"""The clean register of the town: manholes in two comb-shaped trees, pipes, levels, years."""

from __future__ import annotations

import numpy as np
import pandas as pd
import shapely

from .loads import catchment_cells, design_flows, settle_people
from .plan import (
    BANK_HEIGHT_M,
    BANK_WIDTH_M,
    BANK_X,
    BEND_OFFSET_M,
    BEND_SHARE,
    CATCHMENTS,
    DEPTH_MIN_M,
    DEPTH_SPREAD_M,
    DEPTH_TRUNK_EXTRA_M,
    GRADE_CROSS,
    GRADE_TRUNK,
    JITTER_M,
    LATERAL_NODES,
    LATERAL_STEP_M,
    MIN_GRADE,
    ORIGIN_E,
    ORIGIN_N,
    PER_CAPITA_L_DAY,
    RIDGE_SOFT_M,
    RIVER_LEVEL_M,
    SPUR_SHARE,
    SPUR_STEP_M,
    TOWN_SPAN_M,
    TRUNK_STEP_M,
    UNDULATION_M,
    UNDULATION_WAVE_M,
    VALLEY_AMP_M,
    VALLEY_SOFT_M,
    VALLEY_WAVE_M,
    Catchment,
)
from .sizing import size_pipes
from .tree import accumulate, levels, sweep


def terrain(x: np.ndarray, y: np.ndarray) -> np.ndarray:
    """Ground level [m] of the invented valley: two brooks, a ridge between, a terrace bank east."""
    x_mid = ORIGIN_E + TOWN_SPAN_M / 2
    half = TOWN_SPAN_M / 2
    z = RIVER_LEVEL_M + GRADE_TRUNK * (half + RIDGE_SOFT_M - np.hypot(x - x_mid, RIDGE_SOFT_M))
    z += GRADE_CROSS * (np.hypot(y - valley(x), VALLEY_SOFT_M) - VALLEY_SOFT_M)
    z += UNDULATION_M[0] * np.sin(2 * np.pi * x / UNDULATION_WAVE_M[0])
    z += UNDULATION_M[1] * np.cos(2 * np.pi * y / UNDULATION_WAVE_M[1])
    east = 0.5 * (1 + np.tanh((x - x_mid) / RIDGE_SOFT_M))
    return z + BANK_HEIGHT_M * east * 0.5 * (1 + np.tanh((BANK_X - x) / BANK_WIDTH_M))


def valley(x: np.ndarray) -> np.ndarray:
    """Northing [m] of the valley floor, where the trunks run."""
    return ORIGIN_N + VALLEY_AMP_M * np.sin(2 * np.pi * (x - ORIGIN_E) / VALLEY_WAVE_M)


def column_x(c: Catchment, column: np.ndarray) -> np.ndarray:
    """Easting [m] of a catchment's trunk column (column 0 is next to the outfall)."""
    return c.outfall_x + c.direction * (column + 1) * TRUNK_STEP_M


def tree_layout(c: Catchment, rng: np.random.Generator) -> pd.DataFrame:
    """Manholes of one comb-shaped catchment: outfall, trunk, laterals both sides, spurs.

    Returns one row per manhole with ``x``, ``y``, ``kind``, ``column``, ``row`` and ``down``
    (row label of the downstream manhole, -1 at the outfall).
    """
    rmax = LATERAL_NODES[1]
    sides = rng.integers(LATERAL_NODES[0], rmax + 1, size=(c.columns, 2))
    sides[c.long_run_column] *= c.long_run_column < 0  # no laterals at the buried junction
    col, row = np.meshgrid(np.arange(c.columns), np.arange(-rmax, rmax + 1), indexing="ij")
    keep = (row == 0) | ((row > 0) & (row <= sides[:, [0]])) | ((row < 0) & (-row <= sides[:, [1]]))
    label = np.full(col.shape, -1)
    label[keep] = np.arange(1, keep.sum() + 1)
    cc, rr = col[keep], row[keep]
    cdn = np.where(rr == 0, cc - 1, cc)
    down = np.where(cdn < 0, 0, label[np.maximum(cdn, 0), rr - np.sign(rr) + rmax])
    x = column_x(c, cc.astype(float))
    y = valley(x) + rr * LATERAL_STEP_M
    spur = (rr != 0) & (rng.random(rr.size) < SPUR_SHARE)
    spur &= np.abs(cc - c.bank_column + 0.5) > 1 if c.bank_column >= 0 else True
    frame = pd.DataFrame({
        "x": np.r_[c.outfall_x, x, x[spur] + c.direction * SPUR_STEP_M],
        "y": np.r_[valley(np.array(c.outfall_x)), y, y[spur]],
        "kind": np.r_[["outfall"], np.where(rr == 0, "trunk", "lateral"), np.full(spur.sum(), "spur")],
        "column": np.r_[-1, cc, cc[spur]],
        "row": np.r_[0, rr, rr[spur]],
        "down": np.r_[-1, down, np.flatnonzero(spur) + 1],
    })
    shift = rng.uniform(-JITTER_M, JITTER_M, size=(len(frame), 2))
    shift[0] = 0.0
    frame[["x", "y"]] += shift
    frame["zone"] = c.zone
    return frame


def build_town(rng: np.random.Generator) -> tuple[pd.DataFrame, pd.DataFrame]:
    """The clean register: manholes and pipes with levels, loads, sizes, materials and years."""
    parts = [tree_layout(c, rng) for c in CATCHMENTS]
    offset = np.cumsum([0] + [len(p) for p in parts[:-1]])
    for part, off in zip(parts, offset, strict=True):
        part["down"] = np.where(part["down"] >= 0, part["down"] + off, -1)
        part["ref"] = part["zone"] + part.index.astype(str).str.zfill(3)
    nodes = pd.concat(parts, ignore_index=True)
    nodes["ground"] = terrain(nodes["x"].to_numpy(), nodes["y"].to_numpy())
    up = np.flatnonzero(nodes["down"].to_numpy() >= 0)
    pipes = pd.DataFrame({"up": up, "dn": nodes["down"].to_numpy()[up]})
    pipes["geometry"] = _pipe_lines(nodes, pipes, rng)
    pipes["length"] = shapely.length(pipes["geometry"].to_numpy())
    level = levels(nodes["down"].to_numpy())
    nodes["cell"] = catchment_cells(nodes, pipes)
    settle_people(nodes, nodes["cell"].to_numpy(), rng)
    nodes["load"] = np.round(nodes["people"] * PER_CAPITA_L_DAY / 86_400, 2)  # mean dry-weather flow [l/s]
    nodes["trade"] = 0.0
    _set_history(nodes, pipes, rng)
    area = accumulate(nodes["area_ha"].to_numpy(), up, pipes["dn"].to_numpy(), level)
    depth = DEPTH_MIN_M + rng.uniform(0, DEPTH_SPREAD_M, len(nodes))
    depth += DEPTH_TRUNK_EXTRA_M * np.sqrt(area / area.max())
    nodes["invert"] = _inverts(nodes["ground"].to_numpy() - depth, pipes, level)
    pipes["slope"] = (nodes["invert"].to_numpy()[up] - nodes["invert"].to_numpy()[pipes["dn"]]) / pipes["length"]
    pipes["flow"] = design_flows(nodes, pipes, level)
    pipes["span"] = size_pipes(pipes, pipes["flow"].to_numpy(), level, len(nodes))
    nodes["level"] = level
    return nodes, pipes


def _pipe_lines(nodes: pd.DataFrame, pipes: pd.DataFrame, rng: np.random.Generator) -> np.ndarray:
    """Straight lines, upstream to downstream, some with one bend vertex part way along."""
    a = nodes[["x", "y"]].to_numpy()[pipes["up"]]
    b = nodes[["x", "y"]].to_numpy()[pipes["dn"]]
    normal = (b - a)[:, ::-1] * [1, -1] / np.hypot(*(b - a).T)[:, None]
    bend = rng.random(len(a)) < BEND_SHARE
    mid = a + (b - a) * rng.uniform(0.35, 0.65, (len(a), 1))
    mid += normal * rng.uniform(*BEND_OFFSET_M, (len(a), 1)) * rng.choice([-1, 1], (len(a), 1))
    coords = np.stack([a, mid, b], axis=1)
    keep = np.ones(coords.shape[:2], dtype=bool)
    keep[:, 1] = bend
    index = np.repeat(np.arange(len(a)), keep.sum(axis=1))
    return shapely.linestrings(coords[keep], indices=index)


def _set_history(nodes: pd.DataFrame, pipes: pd.DataFrame, rng: np.random.Generator) -> None:
    """Install year and section type: old town near the West outfall, estates further out."""
    up = nodes.iloc[pipes["up"]]
    info = pd.DataFrame([vars(c) for c in CATCHMENTS]).set_index("zone").loc[up["zone"]]
    first, eggs = info["first_year"].to_numpy(), info["egg_columns"].to_numpy()
    growth = 0.7 * up["column"].to_numpy() / info["columns"].to_numpy()
    growth += 0.3 * np.abs(up["row"].to_numpy()) / LATERAL_NODES[1]
    year = first + (info["last_year"].to_numpy() - first) * growth + rng.uniform(0, 10, len(up))
    pipes["egg"] = (up["kind"].to_numpy() == "trunk") & (up["column"].to_numpy() < eggs)
    year = np.where(pipes["egg"], first + rng.uniform(0, 15, len(up)), year)
    pipes["laid"] = np.clip(np.round(year), 1890, 2015).astype(int)


def _inverts(target: np.ndarray, pipes: pd.DataFrame, level: np.ndarray) -> np.ndarray:
    """Node inverts [m]: the target depth below ground, lowered so every pipe falls MIN_GRADE."""
    inv = target.copy()
    up, dn, length = pipes["up"].to_numpy(), pipes["dn"].to_numpy(), pipes["length"].to_numpy()
    for p in sweep(level, up):
        np.minimum.at(inv, dn[p], inv[up[p]] - MIN_GRADE * length[p])
    return np.round(inv, 2)
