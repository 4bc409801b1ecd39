"""The deliberate register errors and ERRORS.md, the list of them by feature id."""

from __future__ import annotations

import numpy as np
import pandas as pd
import shapely

from .layout import terrain, valley
from .loads import design_flows
from .plan import (
    BREWERY_LOAD_LS,
    CATCHMENTS,
    CHAMBER_MM,
    CIRCULAR_MM,
    DEPTH_MIN_M,
    LATERAL_STEP_M,
    LENGTH_TYPO_RATIO,
    OLD_LATERAL_MM,
    ORIGIN_E,
    REVERSE_RISE_M,
    SHALLOW_DEPTH_M,
    SILT_GRADE,
    SILT_LOAD_RATIO,
    SILT_MAX_DEPTH_M,
    TOWN_SPAN_M,
)
from .sizing import full_bore_capacity, size_pipes


class ErrorBook:
    """Picks distinct features for the deliberate errors and remembers what was done to each."""

    def __init__(self, rng: np.random.Generator, n_pipes: int, n_nodes: int) -> None:
        self.rng, self.rows = rng, []
        self.taken = {"pipes": np.zeros(n_pipes, bool), "manholes": np.zeros(n_nodes, bool)}

    def pick(self, layer: str, candidates: np.ndarray) -> int:
        """One untaken feature (internal index) among the candidate mask, chosen by the seed."""
        index = int(self.rng.choice(np.flatnonzero(candidates & ~self.taken[layer])))
        self.taken[layer][index] = True
        return index

    def note(self, code: str, layer: str, index: int, detail: str) -> None:
        """Record one error row (feature ids are given once the layers are shuffled)."""
        self.taken[layer][index] = True
        self.rows.append((code, layer, index, detail))


def network_errors(nodes: pd.DataFrame, pipes: pd.DataFrame, book: ErrorBook) -> None:
    """Errors of design rather than typing: access, overload, steep, flat, shrinking, shallow."""
    up, dn = pipes["up"].to_numpy(), pipes["dn"].to_numpy()
    kind, zone = nodes["kind"].to_numpy(), nodes["zone"].to_numpy()
    col, row = nodes["column"].to_numpy(), nodes["row"].to_numpy()
    fed_by_lateral = np.bincount(dn[kind[up] == "lateral"], minlength=len(nodes)) > 0
    fed_once = np.bincount(dn, minlength=len(nodes)) == 1  # a buried junction on a plain run, no spur
    nodes["lid"] = "Y"
    west, east = CATCHMENTS
    hub = np.flatnonzero((zone == "W") & (kind == "trunk") & (col == west.long_run_column))[0]
    nodes.loc[hub, "lid"] = "N"
    for p in np.flatnonzero((up == hub) | (dn == hub)):
        book.note("long_access_run", "pipes", p, f"runs through buried junction {nodes.ref[hub]} (lid N)")
    for _ in range(3):
        nodes.loc[book.pick("manholes", (kind == "lateral") & (np.abs(row) == 2) & fed_by_lateral & fed_once), "lid"] = "N"
    head = book.pick("manholes", (zone == "W") & (kind == "lateral") & ~fed_by_lateral & np.isin(np.abs(row), (3, 4)))
    nodes.loc[head, "load"] += BREWERY_LOAD_LS
    nodes["trade"] = np.where(np.arange(len(nodes)) == head, BREWERY_LOAD_LS, 0.0)
    chain = (zone[up] == "W") & (col[up] == col[head]) & (kind[up] == "lateral")
    chain &= (np.sign(row[up]) == np.sign(row[head])) & (np.abs(row[up]) <= abs(row[head]))
    level = nodes["level"].to_numpy()
    pipes["flow"] = design_flows(nodes, pipes, level)
    pipes["span"] = size_pipes(pipes, pipes["flow"].to_numpy(), level, len(nodes))
    pipes.loc[chain, "span"] = OLD_LATERAL_MM
    for p in np.flatnonzero(chain):
        book.note("overloaded", "pipes", p, f"{OLD_LATERAL_MM} mm lateral takes a {BREWERY_LOAD_LS:g} l/s trade load")
    _silting_spur(nodes, pipes, book)
    steep = np.flatnonzero((zone[up] == "E") & (kind[up] == "trunk") & (col[up] == east.bank_column))[0]
    book.note("too_steep", "pipes", steep, f"drops {pipes.slope[steep]:.1%} down the terrace bank")
    _shrink_one(nodes, pipes, book)
    shallow = book.pick("manholes", (kind == "lateral") & ~fed_by_lateral & (zone == "E"))
    nodes.loc[shallow, "invert"] = round(nodes.ground[shallow] - SHALLOW_DEPTH_M, 2)
    book.note("shallow_cover", "pipes", int(np.flatnonzero(up == shallow)[0]),
              f"invert only {SHALLOW_DEPTH_M} m below cover")


def _silting_spur(nodes: pd.DataFrame, pipes: pd.DataFrame, book: ErrorBook) -> None:
    """One cul-de-sac spur laid almost level and sized up to carry its flow there: it silts.

    Its head manhole is lowered to the grade, so the spur stays within the manhole depths; the
    spur is a leaf, so no other pipe changes, and the pipe below is at least as wide as the new
    size, so no size shrinks downstream.
    """
    up, dn = pipes["up"].to_numpy(), pipes["dn"].to_numpy()
    length, invert = pipes["length"].to_numpy(), nodes["invert"].to_numpy()
    head_invert = np.round(invert[dn] + SILT_GRADE * length, 2)
    slope = (head_invert - invert[dn]) / length
    full = full_bore_capacity(CIRCULAR_MM[None, :] / 1000, slope[:, None], np.zeros((len(pipes), 1), bool))
    fits = full * 1000 * SILT_LOAD_RATIO >= pipes["flow"].to_numpy()[:, None]
    size = CIRCULAR_MM[np.argmax(fits, axis=1)]
    below = np.zeros(len(nodes))
    np.maximum.at(below, up, pipes["span"].to_numpy())
    depth = nodes["ground"].to_numpy()[up] - head_invert
    ok = (nodes["kind"].to_numpy()[up] == "spur") & fits.any(axis=1) & (below[dn] >= size)
    ok &= ~pipes["egg"].to_numpy() & (depth < SILT_MAX_DEPTH_M)
    p = book.pick("pipes", ok)
    nodes.loc[up[p], "invert"] = head_invert[p]
    pipes.loc[p, ["span", "slope"]] = size[p], slope[p]
    book.note("silting", "pipes", p, f"{size[p]} mm spur at {slope[p]:.2%}")


def _shrink_one(nodes: pd.DataFrame, pipes: pd.DataFrame, book: ErrorBook) -> None:
    """One circular trunk pipe a size smaller than the widest pipe entering it, where it has most room.

    Only a pipe as wide as the widest pipe entering its upstream node qualifies, so the smaller
    size is a real step down (the audit flags a pipe smaller than the largest entering pipe).
    """
    kind = nodes["kind"].to_numpy()
    up, dn = pipes["up"].to_numpy(), pipes["dn"].to_numpy()
    above = pd.Series(np.arange(len(pipes)), index=dn)[kind[up] == "trunk"]
    feeder = above.reindex(up).to_numpy()
    ok = (kind[up] == "trunk") & ~pipes["egg"].to_numpy() & ~np.isnan(feeder)
    smaller = CIRCULAR_MM[np.maximum(np.searchsorted(CIRCULAR_MM, pipes["span"].to_numpy()) - 1, 0)]
    widest_in = np.zeros(len(nodes))
    np.maximum.at(widest_in, dn, pipes["span"].to_numpy())
    ok &= ~book.taken["pipes"] & (pipes["span"].to_numpy() >= 300) & (smaller < widest_in[up])
    ratio = pipes["flow"].to_numpy() / 1000 / full_bore_capacity(smaller / 1000, pipes["slope"].to_numpy(), np.zeros(len(pipes), bool))
    p = int(np.flatnonzero(ok)[np.argmin(ratio[ok])])
    was = pipes.span[p]
    pipes.loc[p, "span"] = smaller[p]
    book.note("diameter_decrease", "pipes", p, f"{smaller[p]} mm below a {was:g} mm pipe")


def typing_errors(table: pd.DataFrame, holes: pd.DataFrame, lateral: np.ndarray, book: ErrorBook) -> pd.DataFrame:
    """Errors of the keyboard and the digitiser on lateral pipes; returns manholes plus an orphan."""
    def edit(code: str, column: str, value: object, detail: str, *, among: np.ndarray = lateral) -> int:
        p = book.pick("pipes", among)
        table.loc[p, column] = value(p) if callable(value) else value
        book.note(code, "pipes", p, detail)
        return p

    edit("reverse_grade", "il_up_m", lambda p: round(table.il_dn_m[p] - REVERSE_RISE_M, 2), "il_dn_m above il_up_m")
    edit("flat_grade", "il_up_m", lambda p: table.il_dn_m[p], "il_dn_m equals il_up_m")
    edit("sentinel_diameter", "bore_mm", -9999.0, "bore_mm is the -9999 no-data sentinel")
    edit("null_diameter", "bore_mm", np.nan, "bore_mm is empty")
    edit("zero_diameter", "bore_mm", 0.0, "bore_mm is 0")
    edit("length_mismatch", "len_m", lambda p: round(table.len_m[p] * LENGTH_TYPO_RATIO, 2),
         f"len_m is {LENGTH_TYPO_RATIO:g} x the drawn length")
    first = book.pick("pipes", lateral)
    book.note("duplicate_id", "pipes", first, "asset_ref used twice")
    edit("duplicate_id", "asset_ref", table.asset_ref[first], "asset_ref used twice")
    edit("unknown_node", "mh_down", lambda p: table.mh_down[p].replace("0", "O", 1), "mh_down names no manhole",
         among=lateral & table["mh_down"].str.contains("0").to_numpy())
    for _ in range(3):
        edit("digitised_backwards", "geometry", lambda p: shapely.reverse(table.geometry[p]),
             "drawn from mh_down to mh_up")
    x_mid = ORIGIN_E + TOWN_SPAN_M / 2
    y = float(valley(np.array(x_mid))) + LATERAL_STEP_M
    ground = round(float(terrain(np.array(x_mid), np.array(y))), 2)
    orphan = pd.DataFrame({"mh_ref": ["X001"], "cover_lvl": [ground], "sump_lvl": [round(ground - DEPTH_MIN_M, 2)],
                           "chamber_d": pd.array([CHAMBER_MM[1, 0]], dtype="Int32"), "dwf_ls": [0.0], "trade_ls": [0.0], "lid": ["Y"],
                           "geometry": [shapely.Point(x_mid, y)]})
    holes = pd.concat([holes, orphan], ignore_index=True)
    book.taken["manholes"] = np.r_[book.taken["manholes"], False]
    book.note("orphan_manhole", "manholes", len(holes) - 1, "no pipe starts or ends here")
    return holes


def error_report(book: ErrorBook, order: dict[str, np.ndarray], refs: dict[str, pd.Series]) -> str:
    """ERRORS.md: one row per deliberate error, by GeoPackage feature id (fid, 1-based)."""
    lines = ["# Deliberate errors in the Brackenhollow register", "",
             "Written by `scripts/make_sample_gis.py`; do not edit by hand. `fid` is the GeoPackage",
             "feature id (1-based) in the layer named; `ref` is the asset_ref or mh_ref there.", "",
             "| code | layer | fid | ref | detail |", "|---|---|---|---|---|"]
    rows = [(code, layer, int(order[layer][i]) + 1, refs[layer][i], detail) for code, layer, i, detail in book.rows]
    lines += [f"| {c} | {lay} | {fid} | {ref} | {d} |" for c, lay, fid, ref, d in rows]
    return "\n".join(lines) + "\n"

→ **Task description**
Quote exactly the opening line of the material above and every line after it, up to and including the line that contains "def terrain(x: np.ndarray, y: np.ndarray)".

→ **Solution**
"""The clean register of the town: manholes in two comb-shaped trees, pipes, levels, years."""

from __future__ import annotations

import numpy as np
import pandas as pd
import shapely

from .loads import catchment_cells, design_flows, settle_people
from .plan import (
    BANK_HEIGHT_M,
    BANK_WIDTH_M,
    BANK_X,
    BEND_OFFSET_M,
    BEND_SHARE,
    CATCHMENTS,
    DEPTH_MIN_M,
    DEPTH_SPREAD_M,
    DEPTH_TRUNK_EXTRA_M,
    GRADE_CROSS,
    GRADE_TRUNK,
    JITTER_M,
    LATERAL_NODES,
    LATERAL_STEP_M,
    MIN_GRADE,
    ORIGIN_E,
    ORIGIN_N,
    PER_CAPITA_L_DAY,
    RIDGE_SOFT_M,
    RIVER_LEVEL_M,
    SPUR_SHARE,
    SPUR_STEP_M,
    TOWN_SPAN_M,
    TRUNK_STEP_M,
    UNDULATION_M,
    UNDULATION_WAVE_M,
    VALLEY_AMP_M,
    VALLEY_SOFT_M,
    VALLEY_WAVE_M,
    Catchment,
)
from .sizing import size_pipes
from .tree import accumulate, levels, sweep


def terrain(x: np.ndarray, y: np.ndarray) -> np.ndarray:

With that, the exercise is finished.